(Collected data)
--

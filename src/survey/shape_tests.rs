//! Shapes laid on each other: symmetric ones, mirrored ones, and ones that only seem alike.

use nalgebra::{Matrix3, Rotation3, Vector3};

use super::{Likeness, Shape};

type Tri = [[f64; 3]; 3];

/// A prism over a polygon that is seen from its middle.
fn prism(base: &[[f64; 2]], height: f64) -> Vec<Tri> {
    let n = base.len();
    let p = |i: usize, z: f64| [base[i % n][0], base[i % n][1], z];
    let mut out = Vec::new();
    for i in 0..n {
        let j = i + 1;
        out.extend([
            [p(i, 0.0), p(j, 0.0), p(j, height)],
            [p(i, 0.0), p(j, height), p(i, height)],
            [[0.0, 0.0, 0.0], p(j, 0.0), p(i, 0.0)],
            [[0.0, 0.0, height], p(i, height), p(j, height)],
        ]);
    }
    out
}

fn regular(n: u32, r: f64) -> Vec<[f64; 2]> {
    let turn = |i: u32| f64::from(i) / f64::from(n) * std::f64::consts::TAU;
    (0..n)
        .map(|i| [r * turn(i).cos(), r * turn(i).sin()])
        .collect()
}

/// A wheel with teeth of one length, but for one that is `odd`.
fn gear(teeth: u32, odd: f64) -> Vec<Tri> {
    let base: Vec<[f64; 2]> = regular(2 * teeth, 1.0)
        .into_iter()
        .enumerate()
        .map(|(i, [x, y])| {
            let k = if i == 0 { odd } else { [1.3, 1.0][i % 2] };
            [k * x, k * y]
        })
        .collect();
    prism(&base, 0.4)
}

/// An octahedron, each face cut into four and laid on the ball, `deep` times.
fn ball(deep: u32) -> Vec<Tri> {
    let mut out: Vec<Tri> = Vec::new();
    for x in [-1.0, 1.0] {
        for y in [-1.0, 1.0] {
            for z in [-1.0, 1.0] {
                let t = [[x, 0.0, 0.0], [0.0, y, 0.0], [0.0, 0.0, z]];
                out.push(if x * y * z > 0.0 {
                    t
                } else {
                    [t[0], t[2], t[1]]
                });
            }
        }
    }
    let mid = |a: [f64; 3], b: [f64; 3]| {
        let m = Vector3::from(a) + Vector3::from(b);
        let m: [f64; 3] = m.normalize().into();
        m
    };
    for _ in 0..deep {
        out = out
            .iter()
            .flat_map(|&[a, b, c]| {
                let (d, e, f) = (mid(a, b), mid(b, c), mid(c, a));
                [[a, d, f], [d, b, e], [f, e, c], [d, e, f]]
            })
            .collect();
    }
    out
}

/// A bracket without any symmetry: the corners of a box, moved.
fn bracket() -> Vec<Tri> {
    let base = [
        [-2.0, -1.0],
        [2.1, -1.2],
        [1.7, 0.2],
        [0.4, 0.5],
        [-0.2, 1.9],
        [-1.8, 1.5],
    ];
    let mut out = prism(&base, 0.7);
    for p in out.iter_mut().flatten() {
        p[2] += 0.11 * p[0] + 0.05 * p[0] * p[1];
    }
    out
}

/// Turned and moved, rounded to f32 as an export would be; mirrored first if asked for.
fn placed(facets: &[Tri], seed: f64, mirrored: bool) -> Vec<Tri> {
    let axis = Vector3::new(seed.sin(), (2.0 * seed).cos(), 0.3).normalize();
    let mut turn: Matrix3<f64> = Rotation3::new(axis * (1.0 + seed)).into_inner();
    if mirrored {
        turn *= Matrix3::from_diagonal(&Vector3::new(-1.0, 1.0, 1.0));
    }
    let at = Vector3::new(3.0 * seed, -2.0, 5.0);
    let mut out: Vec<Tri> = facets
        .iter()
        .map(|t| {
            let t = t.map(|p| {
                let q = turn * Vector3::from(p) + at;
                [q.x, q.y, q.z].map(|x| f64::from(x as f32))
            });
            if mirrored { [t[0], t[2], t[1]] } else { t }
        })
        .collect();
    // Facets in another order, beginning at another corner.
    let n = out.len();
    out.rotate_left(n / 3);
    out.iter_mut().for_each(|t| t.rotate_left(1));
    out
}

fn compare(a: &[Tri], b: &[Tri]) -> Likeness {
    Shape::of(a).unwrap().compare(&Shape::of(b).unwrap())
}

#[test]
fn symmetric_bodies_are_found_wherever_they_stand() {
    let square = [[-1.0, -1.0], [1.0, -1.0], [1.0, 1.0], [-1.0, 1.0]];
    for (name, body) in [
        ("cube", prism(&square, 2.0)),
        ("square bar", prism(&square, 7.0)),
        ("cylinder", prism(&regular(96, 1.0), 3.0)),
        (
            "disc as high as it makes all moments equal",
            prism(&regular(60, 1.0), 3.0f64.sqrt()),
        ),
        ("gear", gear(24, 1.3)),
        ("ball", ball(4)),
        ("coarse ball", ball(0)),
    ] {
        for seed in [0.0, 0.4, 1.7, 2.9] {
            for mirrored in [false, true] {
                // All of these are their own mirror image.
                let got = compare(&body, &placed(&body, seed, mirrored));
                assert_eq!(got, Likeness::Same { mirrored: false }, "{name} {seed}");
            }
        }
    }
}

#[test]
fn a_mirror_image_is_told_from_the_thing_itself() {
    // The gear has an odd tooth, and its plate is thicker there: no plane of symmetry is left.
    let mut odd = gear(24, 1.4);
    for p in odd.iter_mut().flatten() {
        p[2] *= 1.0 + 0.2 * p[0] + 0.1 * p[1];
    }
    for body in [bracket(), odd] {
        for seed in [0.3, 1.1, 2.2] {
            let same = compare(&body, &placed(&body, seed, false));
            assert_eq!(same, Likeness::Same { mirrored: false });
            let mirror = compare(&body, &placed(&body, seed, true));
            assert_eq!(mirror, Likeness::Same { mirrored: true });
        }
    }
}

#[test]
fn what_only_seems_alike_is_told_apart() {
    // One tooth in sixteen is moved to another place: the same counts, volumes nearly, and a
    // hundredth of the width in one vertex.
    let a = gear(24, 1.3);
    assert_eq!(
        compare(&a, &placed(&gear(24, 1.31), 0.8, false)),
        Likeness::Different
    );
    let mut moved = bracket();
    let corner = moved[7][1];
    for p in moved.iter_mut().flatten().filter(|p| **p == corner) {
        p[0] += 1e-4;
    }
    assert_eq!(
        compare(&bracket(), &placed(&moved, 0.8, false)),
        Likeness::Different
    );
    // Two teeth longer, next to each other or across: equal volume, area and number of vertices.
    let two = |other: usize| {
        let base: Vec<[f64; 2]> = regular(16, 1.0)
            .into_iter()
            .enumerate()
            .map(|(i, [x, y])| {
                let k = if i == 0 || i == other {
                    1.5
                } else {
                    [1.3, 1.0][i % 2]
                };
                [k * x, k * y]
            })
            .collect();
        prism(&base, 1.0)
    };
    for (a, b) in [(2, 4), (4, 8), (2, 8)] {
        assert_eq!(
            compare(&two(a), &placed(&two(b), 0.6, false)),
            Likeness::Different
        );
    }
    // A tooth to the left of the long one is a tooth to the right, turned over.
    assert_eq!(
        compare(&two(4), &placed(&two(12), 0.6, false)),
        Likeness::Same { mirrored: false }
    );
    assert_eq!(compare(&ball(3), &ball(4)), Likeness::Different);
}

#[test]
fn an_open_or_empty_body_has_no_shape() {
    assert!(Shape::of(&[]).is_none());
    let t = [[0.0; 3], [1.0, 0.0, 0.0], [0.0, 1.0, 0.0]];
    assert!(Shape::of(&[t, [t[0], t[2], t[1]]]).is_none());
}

--

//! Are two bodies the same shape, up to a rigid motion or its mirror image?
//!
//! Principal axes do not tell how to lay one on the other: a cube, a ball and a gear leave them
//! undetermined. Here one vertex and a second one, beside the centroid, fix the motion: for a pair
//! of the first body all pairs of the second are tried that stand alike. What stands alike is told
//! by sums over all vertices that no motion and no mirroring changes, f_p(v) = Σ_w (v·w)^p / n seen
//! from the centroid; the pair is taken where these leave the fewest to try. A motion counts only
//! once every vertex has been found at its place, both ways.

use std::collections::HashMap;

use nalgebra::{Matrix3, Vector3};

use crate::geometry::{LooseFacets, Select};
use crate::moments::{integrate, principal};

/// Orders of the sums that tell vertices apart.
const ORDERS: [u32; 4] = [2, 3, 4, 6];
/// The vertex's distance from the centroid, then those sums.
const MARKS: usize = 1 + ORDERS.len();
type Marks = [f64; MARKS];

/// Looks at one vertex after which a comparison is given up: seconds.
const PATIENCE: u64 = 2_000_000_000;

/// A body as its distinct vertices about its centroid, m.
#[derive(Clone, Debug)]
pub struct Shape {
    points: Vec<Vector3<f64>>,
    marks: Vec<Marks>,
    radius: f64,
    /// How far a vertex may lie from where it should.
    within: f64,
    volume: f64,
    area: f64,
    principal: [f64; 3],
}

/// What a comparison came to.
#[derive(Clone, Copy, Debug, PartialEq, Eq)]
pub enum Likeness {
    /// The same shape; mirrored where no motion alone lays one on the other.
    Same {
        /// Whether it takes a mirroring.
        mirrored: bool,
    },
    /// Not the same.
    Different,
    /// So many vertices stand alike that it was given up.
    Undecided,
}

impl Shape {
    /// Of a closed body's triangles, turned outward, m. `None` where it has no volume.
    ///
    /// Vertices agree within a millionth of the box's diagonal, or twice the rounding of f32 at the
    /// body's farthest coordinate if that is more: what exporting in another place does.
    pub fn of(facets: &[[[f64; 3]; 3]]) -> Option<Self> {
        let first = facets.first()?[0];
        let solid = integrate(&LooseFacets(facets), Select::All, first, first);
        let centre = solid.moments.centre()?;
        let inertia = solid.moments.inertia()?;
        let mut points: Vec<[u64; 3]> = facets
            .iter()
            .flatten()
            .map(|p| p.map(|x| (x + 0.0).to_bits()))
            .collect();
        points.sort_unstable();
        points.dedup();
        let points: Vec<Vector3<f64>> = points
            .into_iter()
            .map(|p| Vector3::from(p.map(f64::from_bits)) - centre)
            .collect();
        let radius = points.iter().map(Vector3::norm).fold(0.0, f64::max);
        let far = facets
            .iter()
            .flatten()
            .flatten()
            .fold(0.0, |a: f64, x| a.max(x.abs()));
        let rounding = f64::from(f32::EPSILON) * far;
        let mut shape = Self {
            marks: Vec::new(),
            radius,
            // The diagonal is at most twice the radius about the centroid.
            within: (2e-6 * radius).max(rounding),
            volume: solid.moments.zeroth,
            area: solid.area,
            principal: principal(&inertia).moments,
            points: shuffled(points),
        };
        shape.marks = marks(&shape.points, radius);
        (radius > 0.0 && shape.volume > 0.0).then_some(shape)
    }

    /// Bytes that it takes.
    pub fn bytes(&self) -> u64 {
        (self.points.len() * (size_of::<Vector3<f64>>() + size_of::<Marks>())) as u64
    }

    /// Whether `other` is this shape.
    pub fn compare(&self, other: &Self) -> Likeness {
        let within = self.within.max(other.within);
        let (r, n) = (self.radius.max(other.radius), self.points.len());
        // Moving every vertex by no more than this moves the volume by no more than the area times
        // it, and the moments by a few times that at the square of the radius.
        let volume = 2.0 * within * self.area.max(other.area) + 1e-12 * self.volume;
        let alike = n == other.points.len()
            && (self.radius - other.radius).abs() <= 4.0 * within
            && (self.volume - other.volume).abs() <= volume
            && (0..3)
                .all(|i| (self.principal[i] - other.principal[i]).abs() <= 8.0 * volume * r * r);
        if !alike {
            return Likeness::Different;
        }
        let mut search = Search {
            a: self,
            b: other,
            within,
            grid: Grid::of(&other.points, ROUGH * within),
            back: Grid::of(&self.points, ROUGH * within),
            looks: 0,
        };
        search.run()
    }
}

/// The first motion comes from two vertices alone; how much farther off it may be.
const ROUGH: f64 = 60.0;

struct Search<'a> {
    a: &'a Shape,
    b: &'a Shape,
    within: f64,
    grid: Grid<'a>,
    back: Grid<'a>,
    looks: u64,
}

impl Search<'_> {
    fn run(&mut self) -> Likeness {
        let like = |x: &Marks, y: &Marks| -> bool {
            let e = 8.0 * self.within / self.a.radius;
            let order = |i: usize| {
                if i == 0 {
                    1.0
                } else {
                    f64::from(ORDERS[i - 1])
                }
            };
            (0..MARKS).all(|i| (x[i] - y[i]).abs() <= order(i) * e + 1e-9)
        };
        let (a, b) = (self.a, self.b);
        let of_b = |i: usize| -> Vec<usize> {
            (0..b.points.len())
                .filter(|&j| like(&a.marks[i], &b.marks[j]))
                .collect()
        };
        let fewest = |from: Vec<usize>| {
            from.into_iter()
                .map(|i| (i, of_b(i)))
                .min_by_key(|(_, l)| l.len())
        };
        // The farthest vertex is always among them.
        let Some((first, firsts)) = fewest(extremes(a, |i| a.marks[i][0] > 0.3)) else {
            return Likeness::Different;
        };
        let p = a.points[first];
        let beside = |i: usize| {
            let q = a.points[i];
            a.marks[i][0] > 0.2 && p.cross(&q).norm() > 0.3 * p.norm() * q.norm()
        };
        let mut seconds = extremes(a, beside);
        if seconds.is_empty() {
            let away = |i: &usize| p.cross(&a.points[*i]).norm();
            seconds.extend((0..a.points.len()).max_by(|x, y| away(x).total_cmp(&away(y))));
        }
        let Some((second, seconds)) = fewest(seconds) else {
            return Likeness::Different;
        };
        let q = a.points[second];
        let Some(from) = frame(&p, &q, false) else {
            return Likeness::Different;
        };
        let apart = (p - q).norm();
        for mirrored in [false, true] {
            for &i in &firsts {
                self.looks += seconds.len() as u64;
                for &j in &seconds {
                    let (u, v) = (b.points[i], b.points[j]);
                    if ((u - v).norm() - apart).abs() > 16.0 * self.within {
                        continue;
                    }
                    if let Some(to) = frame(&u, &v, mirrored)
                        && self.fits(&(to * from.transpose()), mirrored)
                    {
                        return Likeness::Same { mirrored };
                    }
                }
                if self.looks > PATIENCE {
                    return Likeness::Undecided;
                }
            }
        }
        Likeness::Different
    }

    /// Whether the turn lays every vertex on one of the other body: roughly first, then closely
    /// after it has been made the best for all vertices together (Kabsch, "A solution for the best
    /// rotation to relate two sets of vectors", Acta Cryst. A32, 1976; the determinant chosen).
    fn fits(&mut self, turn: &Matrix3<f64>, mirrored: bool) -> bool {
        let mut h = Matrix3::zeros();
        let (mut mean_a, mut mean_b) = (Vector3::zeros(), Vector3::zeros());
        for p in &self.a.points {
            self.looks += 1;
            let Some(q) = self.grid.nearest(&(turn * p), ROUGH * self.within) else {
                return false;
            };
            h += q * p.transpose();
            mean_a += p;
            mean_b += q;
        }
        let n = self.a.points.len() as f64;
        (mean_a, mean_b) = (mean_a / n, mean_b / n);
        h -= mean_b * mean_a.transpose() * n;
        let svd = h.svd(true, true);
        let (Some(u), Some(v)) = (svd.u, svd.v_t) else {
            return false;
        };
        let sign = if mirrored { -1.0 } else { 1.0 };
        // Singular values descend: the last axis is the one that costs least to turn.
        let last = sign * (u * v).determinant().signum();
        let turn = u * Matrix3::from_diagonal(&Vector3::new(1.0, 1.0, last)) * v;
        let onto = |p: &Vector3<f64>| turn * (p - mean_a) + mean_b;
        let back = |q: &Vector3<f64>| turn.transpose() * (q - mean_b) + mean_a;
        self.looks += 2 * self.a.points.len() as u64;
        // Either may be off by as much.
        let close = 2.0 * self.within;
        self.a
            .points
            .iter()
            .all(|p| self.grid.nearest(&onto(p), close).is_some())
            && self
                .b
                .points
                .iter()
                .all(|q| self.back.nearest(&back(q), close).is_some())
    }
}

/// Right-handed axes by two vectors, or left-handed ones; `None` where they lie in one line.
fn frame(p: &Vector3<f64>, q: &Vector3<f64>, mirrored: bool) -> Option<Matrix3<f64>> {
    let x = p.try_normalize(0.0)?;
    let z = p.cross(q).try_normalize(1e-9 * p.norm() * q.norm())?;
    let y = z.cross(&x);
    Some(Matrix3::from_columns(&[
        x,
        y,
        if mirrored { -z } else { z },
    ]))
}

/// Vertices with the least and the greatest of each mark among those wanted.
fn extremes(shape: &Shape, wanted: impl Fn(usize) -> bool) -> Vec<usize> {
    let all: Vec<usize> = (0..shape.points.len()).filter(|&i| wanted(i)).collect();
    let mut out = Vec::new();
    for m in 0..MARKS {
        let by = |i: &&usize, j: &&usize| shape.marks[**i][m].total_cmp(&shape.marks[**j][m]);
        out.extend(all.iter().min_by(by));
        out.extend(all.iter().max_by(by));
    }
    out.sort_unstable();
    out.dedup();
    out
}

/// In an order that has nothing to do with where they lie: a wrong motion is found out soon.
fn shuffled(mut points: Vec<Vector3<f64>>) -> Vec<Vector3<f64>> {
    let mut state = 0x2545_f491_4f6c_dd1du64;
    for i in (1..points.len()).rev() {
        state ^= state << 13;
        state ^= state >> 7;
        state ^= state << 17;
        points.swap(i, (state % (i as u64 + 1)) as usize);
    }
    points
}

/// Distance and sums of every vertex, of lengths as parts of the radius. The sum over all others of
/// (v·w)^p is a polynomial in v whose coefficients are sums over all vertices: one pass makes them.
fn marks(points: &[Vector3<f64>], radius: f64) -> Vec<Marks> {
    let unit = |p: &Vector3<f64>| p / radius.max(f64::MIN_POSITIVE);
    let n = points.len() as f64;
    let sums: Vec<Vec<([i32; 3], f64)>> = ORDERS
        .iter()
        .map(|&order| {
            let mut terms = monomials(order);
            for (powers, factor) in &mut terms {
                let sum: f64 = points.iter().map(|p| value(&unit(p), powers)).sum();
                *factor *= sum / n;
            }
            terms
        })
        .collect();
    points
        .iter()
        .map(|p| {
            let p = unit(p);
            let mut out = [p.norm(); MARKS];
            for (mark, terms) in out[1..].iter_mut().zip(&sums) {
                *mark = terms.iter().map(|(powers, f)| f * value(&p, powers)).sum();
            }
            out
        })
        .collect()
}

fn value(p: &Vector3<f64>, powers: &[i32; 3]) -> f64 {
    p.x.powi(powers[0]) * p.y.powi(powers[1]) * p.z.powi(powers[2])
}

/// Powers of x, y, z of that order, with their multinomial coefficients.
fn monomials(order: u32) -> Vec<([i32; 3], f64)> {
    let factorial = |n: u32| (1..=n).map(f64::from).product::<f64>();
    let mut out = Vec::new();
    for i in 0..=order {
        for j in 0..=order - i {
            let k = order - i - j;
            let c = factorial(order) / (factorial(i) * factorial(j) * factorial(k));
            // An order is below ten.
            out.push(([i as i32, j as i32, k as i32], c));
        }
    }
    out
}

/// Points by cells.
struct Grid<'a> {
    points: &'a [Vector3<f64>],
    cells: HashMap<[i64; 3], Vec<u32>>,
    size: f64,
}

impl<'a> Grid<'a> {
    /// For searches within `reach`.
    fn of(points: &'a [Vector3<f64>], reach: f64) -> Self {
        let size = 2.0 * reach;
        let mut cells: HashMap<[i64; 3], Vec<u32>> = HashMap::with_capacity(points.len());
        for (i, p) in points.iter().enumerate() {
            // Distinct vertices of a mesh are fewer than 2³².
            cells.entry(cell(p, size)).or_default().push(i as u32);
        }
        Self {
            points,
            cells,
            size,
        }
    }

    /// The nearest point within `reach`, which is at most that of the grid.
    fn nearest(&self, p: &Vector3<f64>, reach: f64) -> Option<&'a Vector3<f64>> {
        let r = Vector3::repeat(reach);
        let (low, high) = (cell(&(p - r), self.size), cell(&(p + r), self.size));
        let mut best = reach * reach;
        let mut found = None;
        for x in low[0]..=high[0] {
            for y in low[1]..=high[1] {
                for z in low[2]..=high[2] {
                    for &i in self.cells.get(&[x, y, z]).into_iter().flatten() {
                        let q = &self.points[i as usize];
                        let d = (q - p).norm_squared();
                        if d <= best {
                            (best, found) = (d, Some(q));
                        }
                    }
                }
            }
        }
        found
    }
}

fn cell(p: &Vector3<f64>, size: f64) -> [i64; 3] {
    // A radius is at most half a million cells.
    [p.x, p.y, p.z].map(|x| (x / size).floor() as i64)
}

--

* Instructions to follow: Using the entries above, repeat only the lines from the one containing "alike is told" through the one containing "place, both ways.", end lines included.

* Answer section:
//! of the first body all pairs of the second are tried that stand alike. What stands alike is told
//! by sums over all vertices that no motion and no mirroring changes, f_p(v) = Σ_w (v·w)^p / n seen
//! from the centroid; the pair is taken where these leave the fewest to try. A motion counts only
//! once every vertex has been found at its place, both ways.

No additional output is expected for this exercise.